__Required work__: Quote exactly the lines spanning from the top of the data below to the line that contains "own, else 1 mA", including both.

__Exercise input__:
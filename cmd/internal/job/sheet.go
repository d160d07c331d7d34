package job

import (
	"context"
	"crypto/sha256"
	"encoding/hex"
	"encoding/json"
	"errors"
	"fmt"
	"math"
	"runtime"
	"slices"
	"strings"
	"sync"
	"time"

	"gatesill/fit"
	"gatesill/fit/lot"
	"gatesill/report"
	"gatesill/store"
	"gatesill/store/record"
)

// SheetOptions are the choices of [Env.Sheet].
type SheetOptions struct {
	At       record.Num // A, test current; unknown: the part's, the spot list's own, else 1 mA
	Idle     record.Num // A, idle current; unknown: the part's, else what a spot list tells
	Method   string     // "auto", "current", "sqrt", "linear", "ratio", "curve"
	Limit    float64    // spread limit in robust spreads, 0: by the lot's size
	Devices  []string   // only these, empty: all
	ReadOnly bool       // keep no estimates
	Budget   bool       // show how the uncertainties come about
}

// defaultTestCurrent is taken when neither part nor spot list says one: the
// current at which most small power parts state V_GS(th) (common practice, no
// source).
const defaultTestCurrent = 1e-3

// Sheet reads a lot, fits every sweep of it, keeps what is new among the
// estimates, and lays everything out for the reports.
func (e *Env) Sheet(ctx context.Context, name string, o SheetOptions) (report.Sheet, error) {
	var s report.Sheet
	if o.At.IsKnown() && !(o.At.Float() != 0) {
		return s, Usage("for instance --at 250uA", "--at: a current of %v A is none to look for", o.At.Float())
	}
	db, err := e.open(ctx, false, o.ReadOnly)
	if errors.Is(err, store.ErrReadOnly) && !o.ReadOnly {
		db, err = e.open(ctx, false, true)
		o.ReadOnly = true
	}
	if err != nil {
		return s, err
	}
	defer db.Close()
	var sweeps []record.Sweep
	err = db.View(ctx, func(tx *store.Tx) (err error) {
		s, sweeps, err = load(tx, name)
		if err == nil {
			err = signOf(&s, o)
		}
		return err
	})
	if err != nil {
		return s, storeFailure(err)
	}
	only, err := named(&s, o.Devices)
	if err != nil {
		return s, err
	}
	s.Version, s.Codes, s.Budget = e.Version, fit.Codes, o.Budget
	placeSweeps(&s, sweeps)
	currents(&s, o.At, o.Idle)
	start := time.Now()
	digits := lastDigitsOf(&s)
	if err := fitSheet(ctx, &s, o.Method, digits); err != nil {
		return s, err
	}
	if err := takeRepeatability(ctx, db, &s, o.Method); err != nil {
		return s, storeFailure(err)
	}
	e.detail("%s of %s fitted in %v", count(len(sweeps), "sweep"), count(len(s.Devices), "device"), time.Since(start).Round(time.Millisecond))
	// Only now: a device is fitted the same whether it is asked for alone or not.
	if only != nil {
		s.Devices = slices.DeleteFunc(s.Devices, func(d report.Device) bool { return !slices.Contains(only, d.ID) })
	}
	s.SortedBy = sortedBy(&s)
	known, err := history(ctx, db, &s, o.Method)
	if err != nil {
		return s, storeFailure(err)
	}
	judge(&s, lot.SpreadOptions{K: o.Limit, Known: known})
	specify(&s)
	s.Hash = dataHash(&s)
	if !o.ReadOnly {
		err := db.Update(ctx, func(tx *store.Tx) error { return tx.PutEstimates(estimates(&s, o.Method, digits)) })
		if errors.Is(err, store.ErrReadOnly) || errors.Is(err, store.ErrBusy) || errors.Is(err, store.ErrFull) {
			e.warn("estimates not kept: %v", err)
		} else if err != nil {
			return s, storeFailure(err)
		}
	}
	return s, nil
}

// signOf refuses a negative current asked for of an n-channel part: its drain current
// is positive, while that of a p-channel part may be written either way.
func signOf(s *report.Sheet, o SheetOptions) error {
	for _, n := range []record.Num{o.At, o.Idle} {
		if x, ok := n.Get(); ok && x < 0 && s.Part.Channel != record.PChannel {
			return Usage("for instance --at "+strings.ReplaceAll(report.FormatGiven(-x, "A"), " ", ""), "--at: a current of %s, and the part of lot %q is n-channel: its drain current is positive", report.FormatGiven(x, "A"), s.Lot.Name)
		}
	}
	return nil
}

// load reads one lot with its sweeps.
func load(tx *store.Tx, name string) (s report.Sheet, sweeps []record.Sweep, err error) {
	if s.Lot, s.Part, err = lotOf(tx, name); err != nil {
		return s, nil, err
	}
	if err = rulesSetAt(tx, &s); err != nil {
		return s, nil, err
	}
	if s.Sources, err = tx.Sources(s.Lot.ID); err != nil {
		return s, nil, err
	}
	if s.Sessions, err = tx.Sessions(s.Lot.ID); err != nil {
		return s, nil, err
	}
	if s.Sets, err = tx.Sets(s.Lot.ID); err != nil {
		return s, nil, err
	}
	devices, err := tx.Devices(s.Lot.ID)
	for _, d := range devices {
		s.Devices = append(s.Devices, report.Device{Device: d})
	}
	if err != nil {
		return s, nil, err
	}
	sweeps, err = tx.Sweeps(s.Lot.ID, true)
	return s, sweeps, err
}

// named gives the IDs of the named devices of the sheet, nil for no names.
func named(s *report.Sheet, names []string) ([]string, error) {
	var ids []string
	for _, n := range names {
		i := slices.IndexFunc(s.Devices, func(d report.Device) bool { return d.Name == n })
		if i < 0 {
			return nil, failed("gatesill lot show "+Quote(s.Lot.Name)+" lists its devices", "device %q: not in lot %q", n, s.Lot.Name)
		}
		ids = append(ids, s.Devices[i].ID)
	}
	return ids, nil
}

// placeSweeps puts every sweep under its device.
func placeSweeps(s *report.Sheet, sweeps []record.Sweep) {
	source := map[string]string{}
	for _, src := range s.Sources {
		source[src.ID] = src.Name
	}
	byID := map[string]int{}
	for i := range s.Devices {
		byID[s.Devices[i].ID] = i
	}
	for i := range sweeps {
		sw := &sweeps[i]
		s.Latest = max(s.Latest, sw.MeasuredAt)
		if k, ok := byID[sw.DeviceID]; ok {
			s.Devices[k].Sweeps = append(s.Devices[k].Sweeps, report.Sweep{
				Sweep: *sw, SourceName: source[sw.SourceID], Curve: curveOf(sw),
			})
		}
	}
}

// fitSheet fits every sweep, on all cores; and once more, along the shape of the
// lot's curves, those of devices with too few points to tell their own.
func fitSheet(ctx context.Context, s *report.Sheet, method string, digits lastDigits) error {
	all := func(*report.Device) bool { return true }
	if err := fitDevices(ctx, s, method, digits, all); err != nil {
		return err
	}
	var rs []fit.Result
	for i := range s.Devices {
		if d := &s.Devices[i]; !d.Excluded && d.Role != record.Control {
			rs = append(rs, d.Result)
		}
	}
	shape, ok := fit.ShapeOfLot(rs)
	if !ok {
		return nil
	}
	s.Shape = &shape
	return fitDevices(ctx, s, method, digits, func(d *report.Device) bool {
		return slices.ContainsFunc(d.Sweeps, func(sw report.Sweep) bool { return sw.Result.Own.Sparse })
	})
}

// fitDevices fits those devices that want it.
func fitDevices(ctx context.Context, s *report.Sheet, method string, digits lastDigits, wants func(*report.Device) bool) error {
	var wg sync.WaitGroup
	workers := runtime.GOMAXPROCS(0)
	for w := range workers {
		wg.Go(func() {
			for i := w; i < len(s.Devices) && ctx.Err() == nil; i += workers {
				if d := &s.Devices[i]; wants(d) {
					fitDevice(s, d, method, digits)
				}
			}
		})
	}
	wg.Wait()
	return ctx.Err()
}

// fitDevice fits the sweeps of one device and joins them.
func fitDevice(s *report.Sheet, d *report.Device, method string, digits lastDigits) {
	var rs []fit.Result
	var dirs []string
	var swept []fit.Swept
	seen := map[string]bool{}
	for i := range d.Sweeps {
		sw := &d.Sweeps[i]
		why := sw.Why
		if !sw.Excluded && sw.Len() >= rowsAlike && seen[sw.DataHash] {
			why = "the same readings as an earlier sweep of this device, counted once"
		} else if !sw.Excluded {
			why = ""
		}
		if sw.Excluded || why != "" {
			sw.Result = fit.NewResult()
			sw.Result.State, sw.Result.Why = fit.Excluded, why
			continue
		}
		seen[sw.DataHash] = true
		setup := setupOf(s, &sw.Sweep, digits)
		sw.Result = fit.One(sw.Curve, setup)
		sw.Result.Choose(method)
		rs = append(rs, sw.Result)
		dirs = append(dirs, string(sw.Direction))
		swept = append(swept, fit.Swept{Curve: sw.Curve, Setup: setup, Direction: string(sw.Direction), Result: sw.Result})
	}
	d.Result = fit.Combine(rs, dirs)
	fit.Drift(swept, &d.Result)
	if len(rs) == 0 {
		d.Result.State, d.Result.Why = fit.Declined, "no sweep of it is stored"
	}
	if w, ok := overdue(s, d); ok {
		d.Result.Warnings = append(d.Result.Warnings, w)
	}
	if d.Excluded {
		d.Result.State, d.Result.Why = fit.Excluded, d.Why
	}
}

// sortedBy is the quantity that sorting uses: where the lot has an idle current,
// the gate bias there; otherwise the threshold.
func sortedBy(s *report.Sheet) fit.Key {
	if math.IsNaN(s.IdleCurrent) {
		return fit.KeyVgsth
	}
	if s.Part.IdleCurrent.IsKnown() {
		return fit.KeyVgsIdle
	}
	for _, d := range s.Devices {
		if d.Result.VgsIdle.Ok() {
			return fit.KeyVgsIdle
		}
	}
	return fit.KeyVgsth
}

// judge fills spread and flags of the sheet; opt is completed by what the sheet
// says.
func judge(s *report.Sheet, opt lot.SpreadOptions) {
	opt.SortedBy, opt.TestCurrent = s.SortedBy, s.TestCurrent
	opt.PChannel = s.Part.Channel == record.PChannel
	if sheetCurrent(s) { // at another current they say nothing
		opt.VgsthMin, opt.VgsthMax = s.Part.VgsthMin.Float(), s.Part.VgsthMax.Float()
	}
	s.Spread = lot.SpreadOf(lotDevices(s), opt)
	if w, ok := unlike(s); ok {
		s.Spread.Warnings = append([]fit.Warning{w}, s.Spread.Warnings...)
	}
}

func lotDevices(s *report.Sheet) []lot.Device {
	out := make([]lot.Device, len(s.Devices))
	for i, d := range s.Devices {
		out[i] = lot.Device{
			Name: d.Name, Control: d.Role == record.Control, DateCode: d.DateCode, Tube: d.Tube, Unlike: unlikeSheet(s, &s.Devices[i]), Reached: reached(s, &s.Devices[i]), Result: d.Result,
		}
	}
	return out
}

// settings writes all that a result depends on besides the data.
func settings(s *report.Sheet, sw *report.Sweep, method string, digits lastDigits) string {
	last := map[record.Quantity]float64{}
	for _, c := range sw.Columns {
		if step := digits[digitKey{sw.SourceID, c.Quantity}]; step > 0 {
			last[c.Quantity] = step
		}
	}
	b, err := json.Marshal(struct {
		Method    string                      `json:"method"`
		Test      record.Num                  `json:"test_current_a"`
		Idle      record.Num                  `json:"idle_current_a"`
		Channel   record.Channel              `json:"channel"`
		Mode      record.Mode                 `json:"mode"`
		Off       record.Num                  `json:"off_v"`
		VgsthMax  record.Num                  `json:"vgsth_max_v"`
		MaxID     record.Num                  `json:"max_id_a"`
		Digits    map[record.Quantity]float64 `json:"last_digits"`
		Condition record.Condition            `json:"condition"`
		Meters    []record.Instrument         `json:"instruments"`
		Shape     *fit.LotShape               `json:"lot_shape,omitempty"`
	}{method, record.Known(s.TestCurrent), record.Known(s.IdleCurrent), s.Part.Channel, s.Part.Mode, s.Part.OffVoltage, s.Part.VgsthMax, s.Part.MaxID, last, sw.Condition, sw.Instruments, shapeUsed(s, sw)})
	if err != nil { // only numbers and texts in it
		panic(fmt.Sprintf("settings of a fit: %v", err))
	}
	return string(b)
}

// shapeUsed is the shape of the lot where a sweep was read along it.
func shapeUsed(s *report.Sheet, sw *report.Sweep) *fit.LotShape {
	if sw.Result.Has(fit.CodeLotShape) {
		return s.Shape
	}
	return nil
}

// estimates maps every result of the sheet to the rows that are kept.
func estimates(s *report.Sheet, method string, digits lastDigits) []record.Estimate {
	now := record.Now()
	var out []record.Estimate
	for i := range s.Devices {
		for j := range s.Devices[i].Sweeps {
			sw := &s.Devices[i].Sweeps[j]
			if sw.Result.State == fit.Excluded {
				continue
			}
			est := record.Estimate{
				SweepID: sw.ID, DataHash: sw.DataHash, Method: sw.Result.Method, Settings: settings(s, sw, method, digits),
				Version: s.Version, State: string(sw.Result.State), Values: map[string]record.Value{}, MadeAt: now,
			}
			for _, k := range fit.Keys {
				if q := sw.Result.At(k); q.Ok() {
					est.Values[string(k)] = record.Value{
						Value: record.Known(q.Value), U: record.Known(q.U), UBetween: record.Known(q.UBetween), UAbsolute: record.Known(q.UAbsolute), N: q.N,
					}
				}
			}
			for _, w := range sw.Result.Warnings {
				est.Remarks = append(est.Remarks, record.Remark{Code: w.Code, Text: w.Text})
			}
			out = append(out, est)
		}
	}
	return out
}

// dataHash is the checksum over the canonical rows of the sheet: names, roles,
// conditions and the hashes of the sweeps' data, in the order of the sheet.
func dataHash(s *report.Sheet) string {
	h := sha256.New()
	enc := json.NewEncoder(h)
	lot := s.Lot
	lot.DevicesCount, lot.SweepsCount = 0, 0
	must := func(v any) {
		if err := enc.Encode(v); err != nil { // only numbers and texts in it
			panic(fmt.Sprintf("checksum of a lot: %v", err))
		}
	}
	must(s.Part)
	must(lot)
	for i := range s.Devices {
		d := &s.Devices[i]
		must(d.Device)
		for j := range d.Sweeps {
			sw := &d.Sweeps[j]
			must([]any{sw.ID, sw.Direction, sw.MeasuredAt, sw.Condition, sw.Instruments, sw.DataHash, sw.Excluded, sw.Why})
		}
	}
	return hex.EncodeToString(h.Sum(nil))
}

__Answer space__:
filename cmd/internal/job/sheet.go
repository d160d07c331d7d34
package job

import (
	"context"
	"crypto/sha256"
	"encoding/hex"
	"encoding/json"
	"errors"
	"fmt"
	"math"
	"runtime"
	"slices"
	"strings"
	"sync"
	"time"

	"gatesill/fit"
	"gatesill/fit/lot"
	"gatesill/report"
	"gatesill/store"
	"gatesill/store/record"
)

// SheetOptions are the choices of [Env.Sheet].
type SheetOptions struct {
	At       record.Num // A, test current; unknown: the part's, the spot list's own, else 1 mA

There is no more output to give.